--- Prompt ---
Begin with the first line of the entries below. Copy each line exactly, stopping after the one that contains "import ExcelJS from 'exceljs';".

Collected data entries
=== Section Start ===

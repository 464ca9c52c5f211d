/**
 * The verification sheet's content (taskpane/verification.ts), recalculated by the same engine as
 * `cellwright check`: every case PASS with the built-in table, the header's TABLEINFO formulas and total.
 */
import ExcelJS from 'exceljs';
import { describe, expect, it } from 'vitest';
import { checkWorkbook } from '../../scripts/lib/check.mjs';
import { VERIFICATION_CASES, caseFormula, formulaArg, freeVerificationName, verificationSheet } from '../../taskpane/verification';

describe('verification sheet content', () => {
  it('writes arguments as Excel reads them', () => {
    expect(formulaArg('Cu2+/Cu')).toBe('"Cu2+/Cu"');
    expect(formulaArg('say "x"')).toBe('"say ""x"""');
    expect(formulaArg(5e-7)).toBe('5E-7');
    expect(formulaArg(null)).toBe('');
    expect(formulaArg([[0.771], [-0.447]])).toBe('{0.771;-0.447}');
    expect(caseFormula({ ...VERIFICATION_CASES[0], function: 'HALFCELL', args: ['H+/H2', null, null, 7] })).toBe('=CELLWRIGHT.HALFCELL("H+/H2",,,7)');
    expect(caseFormula({ ...VERIFICATION_CASES[0], function: 'MEANACTIVITYCOEF', args: [1, -1, 0.001, 'DHLL', null] })).toBe('=CELLWRIGHT.MEANACTIVITYCOEF(1,-1,0.001,"DHLL")');
    expect(freeVerificationName(['Sheet1', 'verification'])).toBe('Verification (2)');
  });

  it('one row per case; recalculated, every case passes and the total says so', async () => {
    const sheet = verificationSheet(VERIFICATION_CASES, new Date('2026-12-02T10:00:00Z'), new Map([['NERNST', ['E0_V', 'n', 'Q', 'temperature_C']]]));
    expect(sheet.lastCaseRow - sheet.firstCaseRow + 1).toBe(VERIFICATION_CASES.length);
    const wb = new ExcelJS.Workbook();
    const ws = wb.addWorksheet('Verification');
    sheet.values.forEach((row, i) =>
      row.forEach((v, j) => {
        if (v === '') return;
        ws.getCell(i + 1, j + 1).value = typeof v === 'string' && v.startsWith('=') && sheet.formats[i][j] !== '@' ? ({ formula: v.slice(1) }) : v;
      }),
    );
    const report = await checkWorkbook(Buffer.from(await wb.xlsx.writeBuffer()), { collect: true });
    expect(report.notEvaluable).toEqual([]);
    const at = (a: string) => report.values!.get(`Verification!${a}`);
    for (let r = sheet.firstCaseRow; r <= sheet.lastCaseRow; r++) expect(at(`H${r}`), `${String(sheet.values[r - 1][0])} gave ${JSON.stringify(at(`D${r}`))}`).toBe('PASS');
    const row = (label: string) => sheet.values.findIndex((x) => x[1] === label) + 1;
    expect(at(`C${row('Result')}`)).toBe(`PASS: all ${VERIFICATION_CASES.length} cases`);
    expect(at(`C${row('Potential table')}`)).toBe('built-in');
    expect(sheet.values[row('Sheet written') - 1][2]).toBe('2026-12-02');
    const nernstRow = sheet.values.find((x) => x[1] === 'CELLWRIGHT.NERNST')!;
    expect(nernstRow[2]).toMatch(/^E0_V = 0\.3419; n = 2; Q = 100$/);
  });

  it('a wrong result fails its case and the total counts it', async () => {
    const broken = VERIFICATION_CASES.map((c) => (c.id === 'V15' ? { ...c, expected: 0.0592 } : c)); // 59.2 mV is not the CODATA slope
    const sheet = verificationSheet(broken, new Date());
    const wb = new ExcelJS.Workbook();
    const ws = wb.addWorksheet('Verification');
    sheet.values.forEach((row, i) =>
      row.forEach((v, j) => {
        if (v === '') return;
        ws.getCell(i + 1, j + 1).value = typeof v === 'string' && v.startsWith('=') && sheet.formats[i][j] !== '@' ? ({ formula: v.slice(1) }) : v;
      }),
    );
    const report = await checkWorkbook(Buffer.from(await wb.xlsx.writeBuffer()), { collect: true });
    const r = sheet.firstCaseRow + broken.findIndex((c) => c.id === 'V15');
    expect(report.values!.get(`Verification!H${r}`)).toBe('FAIL');
    const total = sheet.values.findIndex((x) => x[1] === 'Result') + 1;
    expect(report.values!.get(`Verification!C${total}`)).toBe(`FAIL: 1 of ${broken.length} cases do not pass`);
  });
});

=== Section End ===

--- Exercise result ---
repository 464ca9c52c5f211d
/**
 * The verification sheet's content (taskpane/verification.ts), recalculated by the same engine as
 * `cellwright check`: every case PASS with the built-in table, the header's TABLEINFO formulas and total.
 */
import ExcelJS from 'exceljs';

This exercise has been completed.